------ Source material ------
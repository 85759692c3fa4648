package engine

import (
	"encoding/binary"
	"encoding/json"
	"errors"
	"fmt"
	"math"
	"strings"

	"github.com/deadspace-fhir/deadspace/api/pipeline"
	"github.com/deadspace-fhir/deadspace/derive"
	"github.com/deadspace-fhir/deadspace/fhir/decode"
	fhirref "github.com/deadspace-fhir/deadspace/fhir/ref"
)

// A stored input's payload is a small binary head with what pairing needs,
// then what explanations need. Every evaluation reads the inputs in its
// span, so the head is read without touching the rest.
//
// Head layout, little endian: version (1 byte, storedVersion), item type
// (1), kind (1), priority (2, signed), effective time in Unix milliseconds
// (8), value (8, IEEE 754), then the reference and the encounter, each as a
// 2-byte length and its bytes.
//
// Version 2 follows the head with the status, the original value, unit,
// system and code, the conversion and the omission, as uvarint-length
// strings and 8-byte floats: about 250 bytes a reading where version 1's
// JSON of the whole decoded item took about 1 KB. What the store keeps
// beside the payload (subject, reference, version, last-updated) is not
// repeated. Version 1 payloads are still read.
//
// Version 3 adds to the head, after the encounter, the readings the
// resource carries besides its own (decode.Item.Also, a temperature on a
// blood gas): a 1-byte count, then per reading its kind (1), priority (2,
// signed) and value (8); they share the head's reference, encounter and
// time. Version 2 payloads are still read, with none.
//
// Version 4 adds each reading's source kind (derive.Reading.Source, one
// byte): the head's own after the encounter, before the count, and each
// other reading's after its value (12 bytes a reading). Earlier payloads
// are still read, with the source the decoder gives such a reading now
// (legacySource).
const storedVersion = 4

var errStoredPayload = errors.New("stored input payload is damaged")

func encodeStored(it decode.Item) ([]byte, error) {
	r := it.Reading
	if len(r.Ref) > math.MaxUint16 || len(r.Encounter) > math.MaxUint16 || len(it.Also) > math.MaxUint8 {
		return nil, fmt.Errorf("engine: reference too long to store")
	}
	// The versioned reference is what the store keeps beside the payload
	// (the logical reference and the version): it is left out, and
	// storedRef puts it back.
	if own := fhirref.Versioned(it.ResourceType+"/"+it.ID, it.VersionID); it.ID != "" && r.Ref == own {
		r.Ref = ""
		if it.Omission.Ref == own {
			it.Omission.Ref = ""
		}
	}
	c, o, om := it.Conversion, it.Original, it.Omission
	b := make([]byte, 0, 64+len(r.Ref)+len(r.Encounter)+len(o.Value)+len(o.Unit)+len(o.System)+len(o.Code)+len(c.FromUnit)+len(c.ToUnit)+len(c.Text)+len(om.Detail)+len(om.Ref))
	b = append(b, storedVersion, byte(it.Type), byte(r.Kind))
	b = binary.LittleEndian.AppendUint16(b, uint16(int16(it.Priority)))
	b = binary.LittleEndian.AppendUint64(b, uint64(r.AtMillis))
	b = binary.LittleEndian.AppendUint64(b, math.Float64bits(r.Value))
	b = binary.LittleEndian.AppendUint16(b, uint16(len(r.Ref)))
	b = append(b, r.Ref...)
	b = binary.LittleEndian.AppendUint16(b, uint16(len(r.Encounter)))
	b = append(b, r.Encounter...)
	b = append(b, byte(r.Source))
	b = append(b, byte(len(it.Also)))
	for _, a := range it.Also {
		b = append(b, byte(a.Kind))
		b = binary.LittleEndian.AppendUint16(b, uint16(a.Priority))
		b = binary.LittleEndian.AppendUint64(b, math.Float64bits(a.Value))
		b = append(b, byte(a.Source))
	}
	for _, s := range []string{it.Status, o.Value, o.Unit, o.System, o.Code, c.FromUnit, c.ToUnit, c.Source, c.Text, string(om.Code), om.Ref, string(om.Reason), om.Detail} {
		b = binary.AppendUvarint(b, uint64(len(s)))
		b = append(b, s...)
	}
	for _, f := range []float64{c.FromValue, c.ToValue, c.Factor} {
		b = binary.LittleEndian.AppendUint64(b, math.Float64bits(f))
	}
	return b, nil
}

// storedInput is what explanations read of a stored input.
type storedInput struct {
	Item decode.Item `json:"item"`
}

// storedHead is what evaluation needs of a stored input.
type storedHead struct {
	Type     decode.ItemType
	Reading  derive.Reading
	Priority int
	// Also are the other readings of the resource, each with its priority
	// in Reading.Priority.
	Also []derive.Reading
}

// appendInputs appends the head's readings to inputs as the pipeline takes
// them: its own, then the others of its resource, each with its priority
// moved out of the reading.
func (h storedHead) appendInputs(inputs []pipeline.Input) []pipeline.Input {
	inputs = append(inputs, pipeline.Input{Reading: h.Reading, Priority: h.Priority})
	for _, a := range h.Also {
		p := a.Priority
		a.Priority = 0
		inputs = append(inputs, pipeline.Input{Reading: a, Priority: int(p)})
	}
	return inputs
}

// decodeHead reads the binary head and returns it with the offset of what
// follows. logical and version are the store's record of the input, which
// give the reference when the payload leaves it out.
func decodeHead(p []byte, logical, version string) (storedHead, int, error) {
	var r headReader
	return r.decode(p, func() string { return fhirref.Versioned(logical, version) })
}

// headLayout is where the parts of a stored input's head lie.
type headLayout struct {
	ref, encounter [2]int // start and end offsets
	source         int    // offset of the own reading's source; 0 before version 4
	also           int    // offset of the first other reading
	nAlso          int
	stride         int // bytes an other reading takes
	end            int // offset of what follows the head
}

// parseHead checks the head's layout and finds its parts, without
// allocating: decodeHead fails exactly when it does.
func parseHead(p []byte) (headLayout, error) {
	if len(p) < 23 || p[0] < 1 || p[0] > storedVersion {
		return headLayout{}, errStoredPayload
	}
	var l headLayout
	off := 21
	for _, part := range []*[2]int{&l.ref, &l.encounter} {
		if len(p) < off+2 {
			return headLayout{}, errStoredPayload
		}
		n := int(binary.LittleEndian.Uint16(p[off : off+2]))
		off += 2
		if len(p) < off+n {
			return headLayout{}, errStoredPayload
		}
		*part = [2]int{off, off + n}
		off += n
	}
	l.stride = 11
	if p[0] >= 4 {
		if len(p) < off+1 {
			return headLayout{}, errStoredPayload
		}
		l.source = off
		l.stride = 12
		off++
	}
	if p[0] >= 3 {
		if len(p) < off+1 {
			return headLayout{}, errStoredPayload
		}
		l.nAlso = int(p[off])
		off++
		if len(p) < off+l.stride*l.nAlso {
			return headLayout{}, errStoredPayload
		}
	}
	l.also = off
	l.end = off + l.stride*l.nAlso
	return l, nil
}

// headKind is the kind of a stored input's own reading.
func headKind(p []byte) derive.Kind { return derive.Kind(p[2]) }

// headItemType is a stored input's item type.
func headItemType(p []byte) decode.ItemType { return decode.ItemType(p[1]) }

// headAtMillis is a stored input's time, which its other readings share.
func headAtMillis(p []byte) int64 { return int64(binary.LittleEndian.Uint64(p[5:13])) }

// alsoKind is the kind of the i-th other reading of a head laid out as l.
func (l headLayout) alsoKind(p []byte, i int) derive.Kind { return derive.Kind(p[l.also+l.stride*i]) }

// headReader decodes stored inputs' heads. Consecutive inputs of one
// encounter share its string.
type headReader struct {
	encounter string
}

// decode is decodeHead; ownRef gives the input's versioned reference when
// the payload leaves it out.
func (hr *headReader) decode(p []byte, ownRef func() string) (storedHead, int, error) {
	l, err := parseHead(p)
	if err != nil {
		return storedHead{}, 0, err
	}
	h := storedHead{Type: headItemType(p), Priority: int(int16(binary.LittleEndian.Uint16(p[3:5])))}
	h.Reading.Kind = headKind(p)
	h.Reading.AtMillis = headAtMillis(p)
	h.Reading.Value = math.Float64frombits(binary.LittleEndian.Uint64(p[13:21]))
	h.Reading.Ref = string(p[l.ref[0]:l.ref[1]])
	if enc := p[l.encounter[0]:l.encounter[1]]; string(enc) == hr.encounter {
		h.Reading.Encounter = hr.encounter
	} else {
		h.Reading.Encounter = string(enc)
		hr.encounter = h.Reading.Encounter
	}
	if h.Reading.Ref == "" {
		h.Reading.Ref = ownRef()
	}
	if l.source > 0 {
		h.Reading.Source = derive.Source(p[l.source])
	} else {
		h.Reading.Source = legacySource(h.Reading.Kind, h.Priority, p, l.end)
	}
	if l.nAlso > 0 {
		h.Also = make([]derive.Reading, 0, l.nAlso)
	}
	for i := range l.nAlso {
		off := l.also + l.stride*i
		a := derive.Reading{Ref: h.Reading.Ref, Encounter: h.Reading.Encounter, AtMillis: h.Reading.AtMillis,
			Kind: derive.Kind(p[off]), Priority: int16(binary.LittleEndian.Uint16(p[off+1 : off+3])),
			Value: math.Float64frombits(binary.LittleEndian.Uint64(p[off+3 : off+11]))}
		if l.stride == 12 {
			a.Source = derive.Source(p[off+11])
		} else {
			a.Source = derive.DefaultSource(a.Kind, a.Priority)
		}
		h.Also = append(h.Also, a)
	}
	return h, l.end, nil
}

// legacySource is the source of a reading stored before payloads kept it
// (version 3 and earlier): what the decoder names the same reading now,
// so a reading stored before an upgrade and one stored after it, and
// replay, agree. A CO2 value converted from a percentage (its original
// unit, which payloads keep from version 2 on) is a converted percentage;
// anything else takes the code table's default for its kind and priority
// (derive.DefaultSource), as a row that names no source does.
func legacySource(k derive.Kind, priority int, p []byte, tail int) derive.Source {
	if (k == derive.KindEtCO2 || k == derive.KindMixedExpiredCO2) && len(p) > 0 && p[0] >= 2 && tail <= len(p) {
		if unit, ok := originalUnit(p[tail:]); ok && strings.HasPrefix(strings.TrimSpace(unit), "%") {
			return derive.SourceConvertedPercent
		}
	}
	return derive.DefaultSource(k, int16(priority))
}

// originalUnit reads the original unit from a version 2 or 3 payload's
// tail: the third of its length-prefixed strings (status, value, unit).
func originalUnit(tail []byte) (string, bool) {
	var s string
	for range 3 {
		n, w := binary.Uvarint(tail)
		if w <= 0 || uint64(len(tail)-w) < n {
			return "", false
		}
		s, tail = string(tail[w:w+int(n)]), tail[w+int(n):]
	}
	return s, true
}

// decodeStored reads a whole stored input, for explanations.
func decodeStored(p []byte, logical, version string) (storedInput, error) {
	h, off, err := decodeHead(p, logical, version)
	if err != nil {
		return storedInput{}, err
	}
	var si storedInput
	if p[0] == 1 {
		if err := json.Unmarshal(p[off:], &si); err != nil {
			return storedInput{}, fmt.Errorf("%w: %w", errStoredPayload, err)
		}
		return si, nil
	}
	rest := p[off:]
	str := func() string {
		n, k := binary.Uvarint(rest)
		if k <= 0 || uint64(len(rest)-k) < n {
			err = errStoredPayload
			return ""
		}
		s := string(rest[k : k+int(n)])
		rest = rest[k+int(n):]
		return s
	}
	it := &si.Item
	it.Type, it.Priority, it.Reading, it.Also = h.Type, h.Priority, h.Reading, h.Also
	it.Ref = h.Reading.Ref
	c, o, om := &it.Conversion, &it.Original, &it.Omission
	it.Status, o.Value, o.Unit, o.System, o.Code = str(), str(), str(), str(), str()
	c.FromUnit, c.ToUnit, c.Source, c.Text = str(), str(), str(), str()
	code, ref, reason, detail := str(), str(), str(), str()
	om.Code, om.Ref, om.Reason, om.Detail = derive.Code(code), ref, derive.Reason(reason), detail
	if om.Ref == "" && om.Reason != "" {
		om.Ref = h.Reading.Ref
	}
	if err != nil || len(rest) != 24 {
		return storedInput{}, errStoredPayload
	}
	c.FromValue = math.Float64frombits(binary.LittleEndian.Uint64(rest[0:8]))
	c.ToValue = math.Float64frombits(binary.LittleEndian.Uint64(rest[8:16]))
	c.Factor = math.Float64frombits(binary.LittleEndian.Uint64(rest[16:24]))
	return si, nil
}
------
- **Exercise**:
Among the entries above, the line containing "h.Reading.Encounter = hr.encounter", the line containing "if l.nAlso >", and all lines between them are to be restated word for word; nothing else belongs in the reply.

- **Solution to this task**:
		h.Reading.Encounter = hr.encounter
	} else {
		h.Reading.Encounter = string(enc)
		hr.encounter = h.Reading.Encounter
	}
	if h.Reading.Ref == "" {
		h.Reading.Ref = ownRef()
	}
	if l.source > 0 {
		h.Reading.Source = derive.Source(p[l.source])
	} else {
		h.Reading.Source = legacySource(h.Reading.Kind, h.Priority, p, l.end)
	}
	if l.nAlso > 0 {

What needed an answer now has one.